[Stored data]
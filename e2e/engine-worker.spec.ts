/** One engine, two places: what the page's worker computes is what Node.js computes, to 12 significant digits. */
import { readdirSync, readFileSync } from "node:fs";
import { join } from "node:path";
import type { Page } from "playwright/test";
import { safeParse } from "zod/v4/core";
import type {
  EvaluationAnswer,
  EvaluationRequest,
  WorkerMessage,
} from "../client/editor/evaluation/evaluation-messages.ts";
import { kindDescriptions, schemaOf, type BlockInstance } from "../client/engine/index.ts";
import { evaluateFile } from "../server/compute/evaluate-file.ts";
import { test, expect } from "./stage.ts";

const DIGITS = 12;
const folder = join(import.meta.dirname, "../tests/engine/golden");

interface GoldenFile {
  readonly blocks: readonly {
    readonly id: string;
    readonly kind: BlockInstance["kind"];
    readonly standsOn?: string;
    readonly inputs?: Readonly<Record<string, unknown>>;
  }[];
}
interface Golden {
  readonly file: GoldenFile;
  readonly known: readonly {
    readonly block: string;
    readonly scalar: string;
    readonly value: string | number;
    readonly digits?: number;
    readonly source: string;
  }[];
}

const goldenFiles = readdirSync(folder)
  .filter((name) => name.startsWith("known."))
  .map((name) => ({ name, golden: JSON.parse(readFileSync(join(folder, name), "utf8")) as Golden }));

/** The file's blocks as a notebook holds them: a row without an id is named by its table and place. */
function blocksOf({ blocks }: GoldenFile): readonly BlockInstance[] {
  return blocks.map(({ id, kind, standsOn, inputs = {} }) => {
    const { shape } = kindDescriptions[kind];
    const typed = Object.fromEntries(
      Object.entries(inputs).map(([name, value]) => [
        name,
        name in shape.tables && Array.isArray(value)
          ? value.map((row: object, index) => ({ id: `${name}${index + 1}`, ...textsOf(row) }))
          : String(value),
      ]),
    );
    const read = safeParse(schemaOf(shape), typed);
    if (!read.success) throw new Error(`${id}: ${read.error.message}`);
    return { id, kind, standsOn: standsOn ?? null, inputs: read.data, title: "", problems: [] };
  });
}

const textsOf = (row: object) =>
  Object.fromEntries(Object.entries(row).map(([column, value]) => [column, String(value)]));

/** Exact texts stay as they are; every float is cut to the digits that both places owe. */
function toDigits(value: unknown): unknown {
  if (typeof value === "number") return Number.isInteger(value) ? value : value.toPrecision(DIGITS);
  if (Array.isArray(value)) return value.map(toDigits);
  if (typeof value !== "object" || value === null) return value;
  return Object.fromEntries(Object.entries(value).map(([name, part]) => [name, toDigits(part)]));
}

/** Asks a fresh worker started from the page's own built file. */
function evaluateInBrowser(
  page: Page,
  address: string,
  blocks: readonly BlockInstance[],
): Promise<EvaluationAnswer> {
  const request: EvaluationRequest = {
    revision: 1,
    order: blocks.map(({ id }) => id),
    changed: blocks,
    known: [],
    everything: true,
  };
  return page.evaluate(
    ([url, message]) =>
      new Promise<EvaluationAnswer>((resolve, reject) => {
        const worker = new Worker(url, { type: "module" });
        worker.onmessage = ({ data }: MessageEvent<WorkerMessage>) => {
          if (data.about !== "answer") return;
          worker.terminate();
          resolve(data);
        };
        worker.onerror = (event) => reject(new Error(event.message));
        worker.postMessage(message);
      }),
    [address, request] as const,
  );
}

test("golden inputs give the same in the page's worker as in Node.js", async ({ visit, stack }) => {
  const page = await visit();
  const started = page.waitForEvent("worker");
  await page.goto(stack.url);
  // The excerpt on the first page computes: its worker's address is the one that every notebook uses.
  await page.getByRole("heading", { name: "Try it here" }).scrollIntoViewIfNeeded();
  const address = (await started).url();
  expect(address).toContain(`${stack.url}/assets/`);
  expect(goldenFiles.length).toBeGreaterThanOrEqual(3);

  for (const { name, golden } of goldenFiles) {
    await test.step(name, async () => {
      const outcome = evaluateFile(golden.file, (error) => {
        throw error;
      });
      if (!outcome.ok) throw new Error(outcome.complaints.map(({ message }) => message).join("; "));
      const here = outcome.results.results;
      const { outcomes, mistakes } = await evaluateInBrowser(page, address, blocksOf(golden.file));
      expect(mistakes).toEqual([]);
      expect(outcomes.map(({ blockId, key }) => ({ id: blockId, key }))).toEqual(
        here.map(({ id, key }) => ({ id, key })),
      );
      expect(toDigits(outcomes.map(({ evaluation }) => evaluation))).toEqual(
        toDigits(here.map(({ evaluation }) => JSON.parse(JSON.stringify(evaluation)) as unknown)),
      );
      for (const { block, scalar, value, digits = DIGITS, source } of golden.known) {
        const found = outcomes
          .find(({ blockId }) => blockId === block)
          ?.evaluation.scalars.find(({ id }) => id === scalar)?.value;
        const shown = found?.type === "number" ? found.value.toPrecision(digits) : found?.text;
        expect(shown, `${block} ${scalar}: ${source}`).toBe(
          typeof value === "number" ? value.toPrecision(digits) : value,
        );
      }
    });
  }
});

Exercise prompt:
Go through the lines above. Select every one that has the string "standsOn".

Problem solution:
    readonly standsOn?: string;
  return blocks.map(({ id, kind, standsOn, inputs = {} }) => {
    return { id, kind, standsOn: standsOn ?? null, inputs: read.data, title: "", problems: [] };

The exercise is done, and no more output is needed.